* [TASK INPUTS]
BEGIN

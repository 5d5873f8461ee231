// One pass over an ASCII DXF's group code / value pairs that records where Furrow may splice:
// section and table ends, existing layer and linetype names, the model-space block record, the
// $HANDSEED value and the largest handle in use. Works on the file's bytes, so that everything
// outside the insertion points is written back byte for byte; values are decoded only where needed.

export interface Span { start: number; end: number }

export interface DxfScan {
  eol: string;
  acadver: string;
  /** $DWGCODEPAGE, e.g. 'ANSI_1252' ('' when absent). */
  codepage: string;
  insUnits: number | null;
  handling: number | null;
  /** Byte span of $HANDSEED's group 5 value, when present. */
  handseed: Span | null;
  handseedValue: bigint | null;
  /** Largest handle defined outside the header (groups 5 and 105); -1 when none. */
  maxHandle: bigint;
  entitiesHaveHandles: boolean;
  /** Byte offset of the `0` line that starts ENDSEC, per section name. */
  sectionEnd: Map<string, number>;
  /** Byte offset of the `0` line that starts each section. */
  sectionStart: Map<string, number>;
  /** Byte offset of the `0` line of ENDTAB, per table name (upper case). */
  tableEnd: Map<string, number>;
  /** Handle of each TABLE head, per table name (upper case). */
  tableHandle: Map<string, string>;
  layerNames: string[];
  ltypeNames: string[];
  modelSpaceRecord: string | null;
  /** Plot style handle (group 390) of the first layer record, reused for new layers (AC1015+). */
  layerPlotStyle: string | null;
}

export interface DxfScanError { kind: 'binary' | 'structure'; message: string }

/** Bytes → string with one char per byte (lossless for any input). */
export function bytesToByteString(bytes: Uint8Array): string {
  const parts: string[] = [];
  for (let i = 0; i < bytes.length; i += 0x2000) parts.push(String.fromCharCode.apply(null, bytes.subarray(i, i + 0x2000) as unknown as number[]));
  return parts.join('');
}

/** The inverse of bytesToByteString (chars must be < 256). */
export function byteStringToBytes(s: string): Uint8Array {
  const out = new Uint8Array(s.length);
  for (let i = 0; i < s.length; i++) out[i] = s.charCodeAt(i) & 0xff;
  return out;
}

const SP = 32, TAB = 9, CR = 13, LF = 10;
const isSpace = (c: number): boolean => c === SP || c === TAB || c === CR;

/** Hex digit value, or -1. */
function hexVal(c: number): number {
  if (c >= 48 && c <= 57) return c - 48;
  if (c >= 65 && c <= 70) return c - 55;
  if (c >= 97 && c <= 102) return c - 87;
  return -1;
}

export function scanDxf(b: Uint8Array): { ok: true; value: DxfScan } | { ok: false; error: DxfScanError } {
  const sentinel = 'AutoCAD Binary DXF';
  if (b.length >= sentinel.length && bytesToByteString(b.subarray(0, sentinel.length)) === sentinel) {
    return { ok: false, error: { kind: 'binary', message: 'the drawing is a binary DXF; save it as ASCII DXF to merge into it' } };
  }
  const firstLf = b.indexOf(LF);
  const eol = firstLf > 0 && b[firstLf - 1] === CR ? '\r\n' : '\n';
  const s: DxfScan = {
    eol, acadver: '', codepage: '', insUnits: null, handling: null, handseed: null, handseedValue: null, maxHandle: -1n,
    entitiesHaveHandles: false, sectionEnd: new Map(), sectionStart: new Map(), tableEnd: new Map(), tableHandle: new Map(),
    layerNames: [], ltypeNames: [], modelSpaceRecord: null, layerPlotStyle: null,
  };
  let maxNum = -1; // handles up to 13 hex digits as numbers (exact below 2^52); longer ones as BigInt
  let maxBig = -1n;
  let section: string | null = null;
  let expectSectionName = false;
  let sectionStartOffset = 0;
  let table: string | null = null;
  let expectTableName = false;
  let tableHeadOpen = false;
  let record: string | null = null;
  let recordName: string | null = null;
  let recordHandle: string | null = null;
  let recordPlot: string | null = null;
  let headerVar: string | null = null;
  const closeRecord = (): void => {
    if (section === 'TABLES' && table && record) {
      if (record === 'LAYER' && recordName !== null) {
        s.layerNames.push(recordName);
        if (s.layerNames.length === 1 && recordPlot) s.layerPlotStyle = recordPlot;
      }
      if (record === 'LTYPE' && recordName !== null) s.ltypeNames.push(recordName);
      if (record === 'BLOCK_RECORD' && recordName !== null && recordName.toUpperCase() === '*MODEL_SPACE' && recordHandle) s.modelSpaceRecord = recordHandle;
    }
    record = null; recordName = null; recordHandle = null; recordPlot = null;
  };
  const n = b.length;
  let pos = 0;
  let line = 0;
  while (pos < n) {
    const codeStart = pos;
    let nl = b.indexOf(LF, pos);
    if (nl < 0) nl = n;
    // group code: optional spaces, optional '-', digits, optional spaces / CR
    let i = pos;
    while (i < nl && isSpace(b[i])) i++;
    let neg = false;
    if (i < nl && b[i] === 45) { neg = true; i++; }
    const digitsAt = i;
    let code = 0;
    while (i < nl && b[i] >= 48 && b[i] <= 57) { code = code * 10 + (b[i] - 48); i++; }
    const digits = i - digitsAt;
    while (i < nl && isSpace(b[i])) i++;
    line++;
    if (digits === 0 || i !== nl) {
      if (digitsAt === nl && nl + 1 >= n) break; // blank last line
      const shown = bytesToByteString(b.subarray(pos, Math.min(nl, pos + 40))).trim();
      return { ok: false, error: { kind: 'structure', message: `line ${line}: expected a group code, found '${shown}'` } };
    }
    if (neg) code = -code;
    pos = nl + 1;
    if (pos > n) return { ok: false, error: { kind: 'structure', message: `line ${line}: group code ${code} has no value (file cut short?)` } };
    const valueStart = pos;
    nl = b.indexOf(LF, pos);
    if (nl < 0) nl = n;
    let valueEnd = nl;
    if (valueEnd > valueStart && b[valueEnd - 1] === CR) valueEnd--;
    pos = nl + 1;
    line++;
    // trimmed value bounds
    let vs = valueStart, ve = valueEnd;
    while (vs < ve && (b[vs] === SP || b[vs] === TAB)) vs++;
    while (ve > vs && (b[ve - 1] === SP || b[ve - 1] === TAB)) ve--;
    const value = (): string => bytesToByteString(b.subarray(vs, ve));

    if (code === 0) {
      closeRecord();
      headerVar = null;
      // entity types outside TABLES are not needed: only look for the section keywords there
      if (section !== 'TABLES' && !(ve - vs <= 7 && b[vs] >= 69 && b[vs] <= 83)) continue;
      const v = value();
      if (v === 'SECTION') { expectSectionName = true; sectionStartOffset = codeStart; continue; }
      if (v === 'ENDSEC') { if (section) s.sectionEnd.set(section, codeStart); section = null; table = null; continue; }
      if (v === 'EOF') break;
      if (section === 'TABLES') {
        if (v === 'TABLE') { expectTableName = true; tableHeadOpen = true; continue; }
        if (v === 'ENDTAB') { if (table) s.tableEnd.set(table, codeStart); table = null; continue; }
        tableHeadOpen = false;
      }
      record = v;
      continue;
    }
    if (expectSectionName && code === 2) { section = value().toUpperCase(); s.sectionStart.set(section, sectionStartOffset); expectSectionName = false; continue; }
    if (expectTableName && code === 2) { table = value().toUpperCase(); expectTableName = false; continue; }
    if (section === 'HEADER') {
      if (code === 9) { headerVar = value().toUpperCase(); continue; }
      if (headerVar === '$ACADVER' && code === 1) s.acadver = value();
      else if (headerVar === '$DWGCODEPAGE' && code === 3) s.codepage = value();
      else if (headerVar === '$INSUNITS' && code === 70) s.insUnits = Number(value());
      else if (headerVar === '$HANDLING' && code === 70) s.handling = Number(value());
      else if (headerVar === '$HANDSEED' && code === 5) { s.handseed = { start: valueStart, end: valueEnd }; s.handseedValue = parseHex(b, vs, ve); }
      continue;
    }
    // in R12 DIMSTYLE records group 5 is the arrow block name, not a handle (the handle is 105)
    if (code === 105 || (code === 5 && !(section === 'TABLES' && table === 'DIMSTYLE' && !tableHeadOpen))) {
      const len = ve - vs;
      if (len > 0 && len <= 13) {
        let h = 0;
        let okHex = true;
        for (let k = vs; k < ve; k++) { const d = hexVal(b[k]); if (d < 0) { okHex = false; break; } h = h * 16 + d; }
        if (okHex && h > maxNum) maxNum = h;
      } else if (len > 13) {
        const h = parseHex(b, vs, ve);
        if (h !== null && h > maxBig) maxBig = h;
      }
      if (section === 'ENTITIES') s.entitiesHaveHandles = true;
      else if (section === 'TABLES') {
        if (tableHeadOpen && table && !s.tableHandle.has(table)) s.tableHandle.set(table, value());
        else if (record) recordHandle = value();
      }
      continue;
    }
    if (code === 2 && record && recordName === null && section === 'TABLES') { recordName = value(); continue; }
    if (code === 390 && record === 'LAYER' && section === 'TABLES' && recordPlot === null) recordPlot = value();
  }
  closeRecord();
  const num = BigInt(maxNum);
  s.maxHandle = maxBig > num ? maxBig : num;
  return { ok: true, value: s };
}

function parseHex(b: Uint8Array, start: number, end: number): bigint | null {
  if (end <= start || end - start > 16) return null;
  let h = 0n;
  for (let k = start; k < end; k++) {
    const d = hexVal(b[k]);
    if (d < 0) return null;
    h = h * 16n + BigInt(d);
  }
  return h;
}
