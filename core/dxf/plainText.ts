// TEXT/MTEXT strings as plain text: MTEXT inline formatting codes and %% control codes removed
// (code list: DXF reference, MTEXT inline codes; TEXT control codes %%d %%p %%c %%u %%o %%%).

export function plainText(raw: string, mtext: boolean): string {
  let s = raw;
  if (mtext) {
    s = s
      .replace(/\\P/g, '\n')
      .replace(/\\~/g, ' ')
      .replace(/\\[ACcFfHhQTWp][^;\\{}]*;/g, '')
      .replace(/\\S([^;]*)[\^/#]([^;]*);/g, '$1/$2')
      .replace(/\\[LlOoKkNX]/g, '')
      .replace(/\\\\/g, '\u0000')
      .replace(/\\\{/g, '\u0002')
      .replace(/\\\}/g, '\u0003')
      .replace(/[{}]/g, '')
      .replace(/\u0002/g, '{')
      .replace(/\u0003/g, '}')
      .replace(/\u0000/g, '\\');
  }
  return s
    .replace(/%%[dD]/g, '°')
    .replace(/%%[pP]/g, '±')
    .replace(/%%[cC]/g, '⌀')
    .replace(/%%[uUoOkK]/g, '')
    .replace(/%%%/g, '%');
}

END

* [WORK TO BE COMPLETED] An exact, complete copy of the lines above from the one with "block record, the" through the one with "const out = new Uint8Array(s.length);" is the whole answer.

* [RESULT OF THE EXERCISE]
// section and table ends, existing layer and linetype names, the model-space block record, the
// $HANDSEED value and the largest handle in use. Works on the file's bytes, so that everything
// outside the insertion points is written back byte for byte; values are decoded only where needed.

export interface Span { start: number; end: number }

export interface DxfScan {
  eol: string;
  acadver: string;
  /** $DWGCODEPAGE, e.g. 'ANSI_1252' ('' when absent). */
  codepage: string;
  insUnits: number | null;
  handling: number | null;
  /** Byte span of $HANDSEED's group 5 value, when present. */
  handseed: Span | null;
  handseedValue: bigint | null;
  /** Largest handle defined outside the header (groups 5 and 105); -1 when none. */
  maxHandle: bigint;
  entitiesHaveHandles: boolean;
  /** Byte offset of the `0` line that starts ENDSEC, per section name. */
  sectionEnd: Map<string, number>;
  /** Byte offset of the `0` line that starts each section. */
  sectionStart: Map<string, number>;
  /** Byte offset of the `0` line of ENDTAB, per table name (upper case). */
  tableEnd: Map<string, number>;
  /** Handle of each TABLE head, per table name (upper case). */
  tableHandle: Map<string, string>;
  layerNames: string[];
  ltypeNames: string[];
  modelSpaceRecord: string | null;
  /** Plot style handle (group 390) of the first layer record, reused for new layers (AC1015+). */
  layerPlotStyle: string | null;
}

export interface DxfScanError { kind: 'binary' | 'structure'; message: string }

/** Bytes → string with one char per byte (lossless for any input). */
export function bytesToByteString(bytes: Uint8Array): string {
  const parts: string[] = [];
  for (let i = 0; i < bytes.length; i += 0x2000) parts.push(String.fromCharCode.apply(null, bytes.subarray(i, i + 0x2000) as unknown as number[]));
  return parts.join('');
}

/** The inverse of bytesToByteString (chars must be < 256). */
export function byteStringToBytes(s: string): Uint8Array {
  const out = new Uint8Array(s.length);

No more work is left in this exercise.